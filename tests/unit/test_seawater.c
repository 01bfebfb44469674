/* Reference-composition seawater and the seawater-range brine state. */
#include <math.h>
#include <setjmp.h>
#include <stdarg.h>
#include <stddef.h>
#include <cmocka.h>

#include "calc_assert.h"
#include "hc_baume.h"
#include "hc_eos80.h"
#include "hc_pss78.h"
#include "hc_seawater.h"

static void reference_composition_at_35(void **unused)
{
    (void)unused;
    /* Millero et al. (2008) Deep-Sea Res. I 55, 50, table 4, converted to
     * mol per kg of water at S_P = 35 (Millero et al. 2008 composition [C], 4 figures). */
    static const struct { hc_sw_ion ion; double m, tol; } cv[] = {
        {HC_SW_NA, 0.4861, 5e-5}, {HC_SW_K, 0.01058, 5e-6}, {HC_SW_MG, 0.05474, 5e-6},
        {HC_SW_CA, 0.01066, 5e-6}, {HC_SW_SO4, 0.02926, 5e-6}, {HC_SW_CL, 0.5658, 5e-5},
    };
    hc_sw_composition c;
    assert_int_equal(hc_seawater_composition(35.0, 0, &c), HC_OK);
    for (size_t i = 0; i < sizeof cv / sizeof cv[0]; i++)
        assert_near(c.molality[cv[i].ion], cv[i].m, cv[i].tol);
    /* S_R = 35.16504 g/kg at S_P = 35 (Millero et al. 2008, eq. 7) */
    assert_near(c.salinity_g_kg, 35.16504, 1e-12);
    assert_near(c.cl_adjustment_mol_kg, 0.0, 0.0);
    /* The ten ions carry all but 0.029 g/kg of S_R; the rest is B(OH)4-,
     * F-, OH-, B(OH)3 and CO2 (Millero et al. 2008, table 4). */
    double water = 1.0 - c.salinity_g_kg / 1000.0, grams = 0.0;
    for (int i = 0; i < HC_SW_ION_COUNT; i++)
        grams += c.molality[i] * hc_sw_ion_molar_mass((hc_sw_ion)i) * water;
    assert_near(grams, 35.16504 - 0.0292, 0.0005);
}

static void composition_scales_with_salinity(void **unused)
{
    (void)unused;
    /* Reference composition: fixed ratios to chlorinity (Millero et al.
     * 2008), so mass per kg of seawater scales with S_R. */
    hc_sw_composition a, b;
    assert_int_equal(hc_seawater_composition(35.0, 0, &a), HC_OK);
    assert_int_equal(hc_seawater_composition(17.5, 0, &b), HC_OK);
    double wa = 1.0 - a.salinity_g_kg / 1000.0, wb = 1.0 - b.salinity_g_kg / 1000.0;
    for (int i = 0; i < HC_SW_ION_COUNT; i++)
        assert_near(b.molality[i] * wb, 0.5 * a.molality[i] * wa, 1e-15);
    hc_sw_composition z;
    assert_int_equal(hc_seawater_composition(0.0, HC_SW_LUMP, &z), HC_OK);
    for (int i = 0; i < HC_SW_ION_COUNT; i++)
        assert_near(z.molality[i], 0.0, 0.0);
}

static void lumping_rule(void **unused)
{
    (void)unused;
    hc_sw_composition full, lump, dry;
    assert_int_equal(hc_seawater_composition(35.0, 0, &full), HC_OK);
    assert_int_equal(hc_seawater_composition(35.0, HC_SW_LUMP, &lump), HC_OK);
    assert_int_equal(hc_seawater_composition(35.0, HC_SW_LUMP | HC_SW_DROP_CARBONATE, &dry),
                     HC_OK);
    /* Sr into Ca, Br into Cl (the usual lumping rule for this model) */
    assert_near(lump.molality[HC_SW_SR], 0.0, 0.0);
    assert_near(lump.molality[HC_SW_BR], 0.0, 0.0);
    assert_near(lump.molality[HC_SW_CA], full.molality[HC_SW_CA] + full.molality[HC_SW_SR],
                1e-15);
    assert_near(lump.molality[HC_SW_CL],
                full.molality[HC_SW_CL] + full.molality[HC_SW_BR] + lump.cl_adjustment_mol_kg,
                1e-15);
    assert_near(lump.molality[HC_SW_HCO3], full.molality[HC_SW_HCO3], 0.0);
    assert_near(dry.molality[HC_SW_HCO3], 0.0, 0.0);
    assert_near(dry.molality[HC_SW_CO3], 0.0, 0.0);
    /* Electroneutral after the Cl adjustment; the adjustment replaces the
     * dropped minor anions (about 0.0002 mol/kg) or, with carbonate dropped,
     * also the alkalinity (about 0.0023 eq/kg; Millero et al. 2008). */
    const hc_sw_composition *both[] = {&lump, &dry};
    for (int k = 0; k < 2; k++) {
        double charge = 0.0;
        for (int i = 0; i < HC_SW_ION_COUNT; i++)
            charge += hc_sw_ion_charge((hc_sw_ion)i) * both[k]->molality[i];
        assert_near(charge, 0.0, 1e-15);
    }
    assert_near(lump.cl_adjustment_mol_kg, 0.00018, 0.00005);
    assert_near(dry.cl_adjustment_mol_kg, 0.00246, 0.0001);
}

static void ion_table(void **unused)
{
    (void)unused;
    assert_string_equal(hc_sw_ion_name(HC_SW_SO4), "SO4");
    assert_null(hc_sw_ion_name(HC_SW_ION_COUNT));
    assert_int_equal(hc_sw_ion_charge(HC_SW_MG), 2);
    assert_int_equal(hc_sw_ion_charge(HC_SW_CO3), -2);
    assert_int_equal(hc_sw_ion_charge(HC_SW_ION_COUNT), 0);
    /* IUPAC 2005: Na 22.98976928 g/mol */
    assert_near(hc_sw_ion_molar_mass(HC_SW_NA), 22.98976928, 0.0);
    assert_true(isnan(hc_sw_ion_molar_mass(HC_SW_ION_COUNT)));
}

static void concentration_factor(void **unused)
{
    (void)unused;
    double cf;
    assert_int_equal(hc_seawater_cf(35.0, 35.0, &cf), HC_OK);
    assert_near(cf, 1.0, 1e-15);
    assert_int_equal(hc_seawater_cf(0.0, 35.0, &cf), HC_OK);
    assert_near(cf, 0.0, 0.0);
    /* CF is the ratio of water masses (definition): 1 kg of S_P 35
     * seawater holds 964.835 g water; at S_P 40 the same salt (35.16504 g)
     * sits in 35.16504 (1000 - S_R40) / S_R40 g water. */
    assert_int_equal(hc_seawater_cf(40.0, 35.0, &cf), HC_OK);
    double sr40 = 35.16504 / 35.0 * 40.0;
    assert_near(cf, 964.83496 / (35.16504 * (1000.0 - sr40) / sr40), 1e-12);
    assert_int_equal(hc_seawater_cf(NAN, 35, &cf), HC_ERR_NOT_FINITE);
    assert_int_equal(hc_seawater_cf(35, NAN, &cf), HC_ERR_NOT_FINITE);
    assert_int_equal(hc_seawater_cf(-1, 35, &cf), HC_ERR_NEGATIVE);
    assert_int_equal(hc_seawater_cf(43, 35, &cf), HC_ERR_SALINITY_RANGE);
    assert_int_equal(hc_seawater_cf(35, 0, &cf), HC_ERR_ARGUMENT);
    assert_int_equal(hc_seawater_cf(35, 43, &cf), HC_ERR_SALINITY_RANGE);
}

static void state_from_conductivity(void **unused)
{
    (void)unused;
    hc_brine_state st;
    assert_int_equal(hc_seawater_state_from_conductivity(42.914, 15.0, 0.0, NULL, &st), HC_OK);
    /* gsw 3.6 SP_from_C(42.914, 15, 0) = 34.99677011 [C] */
    assert_near(st.practical_salinity, 34.996770111355, 1e-9);
    assert_near(st.salinity_g_kg, 35.16504 / 35.0 * st.practical_salinity, 1e-12);
    double rho;
    assert_int_equal(hc_eos80_rho(st.practical_salinity, 15.0, 0.0, &rho), HC_OK);
    assert_near(st.density_kg_m3, rho, 0.0);
    /* SG 15/15 of standard seawater: 1025.97 / 999.10 (EOS-80 [C]); the
     * usual figure for seawater is 1.025 to 1.027 (common practice). */
    assert_near(st.specific_gravity, rho / hc_eos80_rho_water(15.0), 1e-14);
    double be;
    assert_int_equal(hc_baume_from_sg(st.specific_gravity, 145.0, &be), HC_OK);
    assert_near(st.baume, be, 0.0);
    assert_near(st.baume_modulus, 145.0, 0.0);
    assert_near(st.reference_temperature_c, 15.0, 0.0);
    assert_near(st.concentration_factor, 0.9999, 0.0001);
    assert_int_equal(st.stage, HC_STAGE_SEAWATER);
    assert_int_equal(st.next_stage, HC_STAGE_NONE);
    assert_int_equal(st.method, HC_METHOD_PSS78);
    assert_int_equal(st.warnings, 0); /* within 0.1 % of the feed */
    assert_true(isnan(st.water_activity));
    assert_true(isnan(st.saturation_index[HC_MIN_HALITE]));
}

static void sg_uses_reference_temperature(void **unused)
{
    (void)unused;
    /* Heavy-liquid SG: SG at t_ref needs the density at t_ref for the
     * same composition. The same water measured warm and cold has one SG. */
    hc_brine_state warm, cold;
    assert_int_equal(hc_seawater_state_from_sp(38.0, 35.0, 0.0, NULL, &warm), HC_OK);
    assert_int_equal(hc_seawater_state_from_sp(38.0, 5.0, 0.0, NULL, &cold), HC_OK);
    assert_true(cold.density_kg_m3 - warm.density_kg_m3 > 5.0);
    assert_near(warm.specific_gravity, cold.specific_gravity, 0.0);
    assert_near(warm.baume, cold.baume, 0.0);

    hc_seawater_options o;
    hc_seawater_options_default(&o);
    o.reference_temperature_c = HC_TREF_60F;
    o.baume_modulus = HC_BAUME_MODULUS_GERLACH;
    hc_brine_state f;
    assert_int_equal(hc_seawater_state_from_sp(38.0, 35.0, 0.0, &o, &f), HC_OK);
    double rho_ref;
    assert_int_equal(hc_eos80_rho(38.0, HC_TREF_60F, 0.0, &rho_ref), HC_OK);
    assert_near(f.specific_gravity, rho_ref / hc_eos80_rho_water(HC_TREF_60F), 1e-14);
    assert_near(f.baume, 146.78 * (1.0 - 1.0 / f.specific_gravity), 1e-12);
    assert_near(f.baume_modulus, 146.78, 0.0);
}

static void state_from_density_round_trip(void **unused)
{
    (void)unused;
    hc_brine_state a, b;
    assert_int_equal(hc_seawater_state_from_conductivity(55.0, 28.0, 0.0, NULL, &a), HC_OK);
    assert_int_equal(hc_seawater_state_from_density(a.density_kg_m3, 28.0, 0.0, NULL, &b), HC_OK);
    assert_near(b.practical_salinity, a.practical_salinity, 1e-8);
    assert_near(b.specific_gravity, a.specific_gravity, 1e-10);
    assert_int_equal(b.method, HC_METHOD_DENSITY_INPUT);
}

static void state_warnings(void **unused)
{
    (void)unused;
    hc_brine_state st;
    assert_int_equal(hc_seawater_state_from_conductivity(2.0, 20.0, 0.0, NULL, &st), HC_OK);
    assert_true(st.practical_salinity < 2.0);
    assert_int_equal(st.warnings, HC_WARN_HILL_EXTENSION | HC_WARN_BELOW_FEED);
    assert_int_equal(hc_seawater_state_from_sp(36.0, 42.0, 0.0, NULL, &st), HC_OK);
    assert_int_equal(st.warnings, HC_WARN_TEMPERATURE_EXTRAPOLATED);
    hc_seawater_options o;
    hc_seawater_options_default(&o);
    o.feed_sp = 36.0;
    assert_int_equal(hc_seawater_state_from_sp(35.0, 20.0, 0.0, &o, &st), HC_OK);
    assert_int_equal(st.warnings, HC_WARN_BELOW_FEED);
}

static void state_errors(void **unused)
{
    (void)unused;
    hc_brine_state st;
    hc_seawater_options o;
    hc_seawater_options_default(&o);
    o.baume_modulus = 0.0;
    assert_int_equal(hc_seawater_state_from_sp(35, 20, 0, &o, &st), HC_ERR_ARGUMENT);
    hc_seawater_options_default(&o);
    o.feed_sp = 0.0;
    assert_int_equal(hc_seawater_state_from_sp(35, 20, 0, &o, &st), HC_ERR_ARGUMENT);
    o.feed_sp = NAN;
    assert_int_equal(hc_seawater_state_from_sp(35, 20, 0, &o, &st), HC_ERR_ARGUMENT);
    hc_seawater_options_default(&o);
    o.reference_temperature_c = 50.0;
    assert_int_equal(hc_seawater_state_from_sp(35, 20, 0, &o, &st), HC_ERR_TEMPERATURE_RANGE);
    assert_int_equal(hc_seawater_state_from_conductivity(NAN, 20, 0, NULL, &st),
                     HC_ERR_NOT_FINITE);
    assert_int_equal(hc_seawater_state_from_conductivity(-1, 20, 0, NULL, &st), HC_ERR_NEGATIVE);
    assert_int_equal(hc_seawater_state_from_conductivity(50, 46, 0, NULL, &st),
                     HC_ERR_TEMPERATURE_RANGE);
    assert_int_equal(hc_seawater_state_from_conductivity(50, -3, 0, NULL, &st),
                     HC_ERR_TEMPERATURE_RANGE);
    assert_int_equal(hc_seawater_state_from_conductivity(50, 20, 10001, NULL, &st),
                     HC_ERR_PRESSURE_RANGE);
    assert_int_equal(hc_seawater_state_from_conductivity(50, 20, -5, NULL, &st),
                     HC_ERR_PRESSURE_RANGE);
    assert_int_equal(hc_seawater_state_from_conductivity(150, 25, 0, NULL, &st),
                     HC_ERR_SALINITY_RANGE);
    assert_int_equal(hc_seawater_state_from_density(1210, 25, 0, NULL, &st),
                     HC_ERR_SALINITY_RANGE);
    assert_int_equal(hc_seawater_state_from_density(900, 25, 0, NULL, &st), HC_ERR_DOMAIN);
    assert_int_equal(hc_seawater_composition(NAN, 0, &(hc_sw_composition){0}),
                     HC_ERR_NOT_FINITE);
    assert_int_equal(hc_seawater_composition(-2, 0, &(hc_sw_composition){0}), HC_ERR_NEGATIVE);
    assert_int_equal(hc_seawater_composition(50, 0, &(hc_sw_composition){0}),
                     HC_ERR_SALINITY_RANGE);
    assert_int_equal(hc_seawater_composition(35, HC_SW_DROP_CARBONATE, &(hc_sw_composition){0}),
                     HC_ERR_ARGUMENT);
    assert_int_equal(hc_seawater_composition(35, 1u << 7, &(hc_sw_composition){0}),
                     HC_ERR_ARGUMENT);
}

int main(void)
{
    const struct CMUnitTest tests[] = {
        cmocka_unit_test(reference_composition_at_35),
        cmocka_unit_test(composition_scales_with_salinity),
        cmocka_unit_test(lumping_rule),
        cmocka_unit_test(ion_table),
        cmocka_unit_test(concentration_factor),
        cmocka_unit_test(state_from_conductivity),
        cmocka_unit_test(sg_uses_reference_temperature),
        cmocka_unit_test(state_from_density_round_trip),
        cmocka_unit_test(state_warnings),
        cmocka_unit_test(state_errors),
    };
    return cmocka_run_group_tests_name("seawater", tests, NULL, NULL);
}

## Problem description
Could you copy each line from the listing that has the word "Millero" in it?

## Answer space
    /* Millero et al. (2008) Deep-Sea Res. I 55, 50, table 4, converted to
     * mol per kg of water at S_P = 35 (Millero et al. 2008 composition [C], 4 figures). */
    /* S_R = 35.16504 g/kg at S_P = 35 (Millero et al. 2008, eq. 7) */
     * F-, OH-, B(OH)3 and CO2 (Millero et al. 2008, table 4). */
    /* Reference composition: fixed ratios to chlorinity (Millero et al.
     * also the alkalinity (about 0.0023 eq/kg; Millero et al. 2008). */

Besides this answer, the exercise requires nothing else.